§ **Task details**: In the data below, find each line containing the string "tempfile" and return it.

§ **Saved data entries**:
* * * * *

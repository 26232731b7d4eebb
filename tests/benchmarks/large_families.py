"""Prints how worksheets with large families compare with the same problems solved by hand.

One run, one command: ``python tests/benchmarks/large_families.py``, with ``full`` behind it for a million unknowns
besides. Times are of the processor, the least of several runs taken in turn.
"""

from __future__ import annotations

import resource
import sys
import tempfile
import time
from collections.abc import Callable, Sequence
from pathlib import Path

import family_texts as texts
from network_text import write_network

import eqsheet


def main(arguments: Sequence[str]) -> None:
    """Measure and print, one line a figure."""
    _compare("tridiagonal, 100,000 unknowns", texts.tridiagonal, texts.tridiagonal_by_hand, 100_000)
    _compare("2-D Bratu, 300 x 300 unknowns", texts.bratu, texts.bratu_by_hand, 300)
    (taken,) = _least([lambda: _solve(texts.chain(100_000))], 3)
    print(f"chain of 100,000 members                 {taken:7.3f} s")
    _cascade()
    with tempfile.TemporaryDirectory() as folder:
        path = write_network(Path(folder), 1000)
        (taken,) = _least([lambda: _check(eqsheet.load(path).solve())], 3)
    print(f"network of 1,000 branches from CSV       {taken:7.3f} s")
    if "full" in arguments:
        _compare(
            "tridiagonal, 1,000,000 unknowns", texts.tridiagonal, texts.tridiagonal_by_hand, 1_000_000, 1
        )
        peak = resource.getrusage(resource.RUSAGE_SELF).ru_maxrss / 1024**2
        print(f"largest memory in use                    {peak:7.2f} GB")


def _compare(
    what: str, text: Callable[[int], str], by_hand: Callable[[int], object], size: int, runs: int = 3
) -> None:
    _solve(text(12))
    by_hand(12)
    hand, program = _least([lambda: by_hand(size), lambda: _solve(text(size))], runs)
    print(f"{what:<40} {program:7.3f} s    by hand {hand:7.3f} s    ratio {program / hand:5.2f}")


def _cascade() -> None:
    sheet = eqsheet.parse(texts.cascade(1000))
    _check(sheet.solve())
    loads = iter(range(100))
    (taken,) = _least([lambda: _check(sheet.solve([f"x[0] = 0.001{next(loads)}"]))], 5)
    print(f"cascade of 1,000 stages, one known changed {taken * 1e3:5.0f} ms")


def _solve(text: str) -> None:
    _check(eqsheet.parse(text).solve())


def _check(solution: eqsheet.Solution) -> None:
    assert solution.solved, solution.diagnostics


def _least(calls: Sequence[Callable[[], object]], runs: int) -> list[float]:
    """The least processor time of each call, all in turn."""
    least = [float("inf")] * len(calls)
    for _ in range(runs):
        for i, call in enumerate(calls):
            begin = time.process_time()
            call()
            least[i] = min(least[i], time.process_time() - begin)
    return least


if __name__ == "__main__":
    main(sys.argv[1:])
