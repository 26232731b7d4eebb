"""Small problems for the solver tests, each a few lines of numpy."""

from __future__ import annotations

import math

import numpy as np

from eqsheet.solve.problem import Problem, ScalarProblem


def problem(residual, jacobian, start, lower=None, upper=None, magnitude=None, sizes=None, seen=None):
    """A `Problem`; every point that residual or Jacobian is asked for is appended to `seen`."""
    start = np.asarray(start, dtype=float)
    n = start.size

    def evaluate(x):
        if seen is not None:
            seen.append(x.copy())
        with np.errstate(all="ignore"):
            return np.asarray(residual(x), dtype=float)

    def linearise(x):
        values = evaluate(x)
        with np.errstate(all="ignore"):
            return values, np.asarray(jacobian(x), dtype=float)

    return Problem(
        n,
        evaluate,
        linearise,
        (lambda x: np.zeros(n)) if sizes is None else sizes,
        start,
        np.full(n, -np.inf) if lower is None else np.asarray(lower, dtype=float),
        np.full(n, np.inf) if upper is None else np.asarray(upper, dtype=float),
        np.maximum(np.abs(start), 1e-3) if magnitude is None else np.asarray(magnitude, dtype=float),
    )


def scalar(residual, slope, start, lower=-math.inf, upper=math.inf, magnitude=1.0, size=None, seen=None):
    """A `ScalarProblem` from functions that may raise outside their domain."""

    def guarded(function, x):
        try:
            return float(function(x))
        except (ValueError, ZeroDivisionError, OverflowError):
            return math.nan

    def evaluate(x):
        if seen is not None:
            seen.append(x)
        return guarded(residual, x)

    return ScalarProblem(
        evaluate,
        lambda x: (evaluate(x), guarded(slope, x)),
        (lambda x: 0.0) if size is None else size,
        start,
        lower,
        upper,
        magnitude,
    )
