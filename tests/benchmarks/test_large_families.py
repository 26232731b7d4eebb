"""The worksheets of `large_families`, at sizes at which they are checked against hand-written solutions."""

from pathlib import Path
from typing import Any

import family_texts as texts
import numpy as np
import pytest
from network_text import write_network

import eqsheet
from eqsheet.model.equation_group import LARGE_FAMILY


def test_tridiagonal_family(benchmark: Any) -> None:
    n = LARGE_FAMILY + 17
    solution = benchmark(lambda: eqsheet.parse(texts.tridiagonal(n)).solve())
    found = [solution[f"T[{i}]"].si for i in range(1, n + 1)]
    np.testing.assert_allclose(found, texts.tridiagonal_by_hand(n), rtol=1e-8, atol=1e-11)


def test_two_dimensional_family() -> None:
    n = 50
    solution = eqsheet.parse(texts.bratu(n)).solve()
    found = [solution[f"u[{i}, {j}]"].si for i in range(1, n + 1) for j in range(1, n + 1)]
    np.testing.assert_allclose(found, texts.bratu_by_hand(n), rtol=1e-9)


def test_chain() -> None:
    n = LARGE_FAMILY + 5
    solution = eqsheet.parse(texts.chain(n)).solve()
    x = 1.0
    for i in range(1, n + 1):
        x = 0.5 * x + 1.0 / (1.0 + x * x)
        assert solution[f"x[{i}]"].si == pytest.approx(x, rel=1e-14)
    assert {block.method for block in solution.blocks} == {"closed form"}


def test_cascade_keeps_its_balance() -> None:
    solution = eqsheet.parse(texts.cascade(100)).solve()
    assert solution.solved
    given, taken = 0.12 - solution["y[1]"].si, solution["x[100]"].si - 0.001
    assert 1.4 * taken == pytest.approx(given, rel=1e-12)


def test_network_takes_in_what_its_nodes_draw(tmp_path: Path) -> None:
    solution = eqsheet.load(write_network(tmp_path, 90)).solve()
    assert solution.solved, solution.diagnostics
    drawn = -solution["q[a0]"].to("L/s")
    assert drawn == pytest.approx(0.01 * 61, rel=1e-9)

* * * * *

§ **Task output**:
import tempfile
    with tempfile.TemporaryDirectory() as folder:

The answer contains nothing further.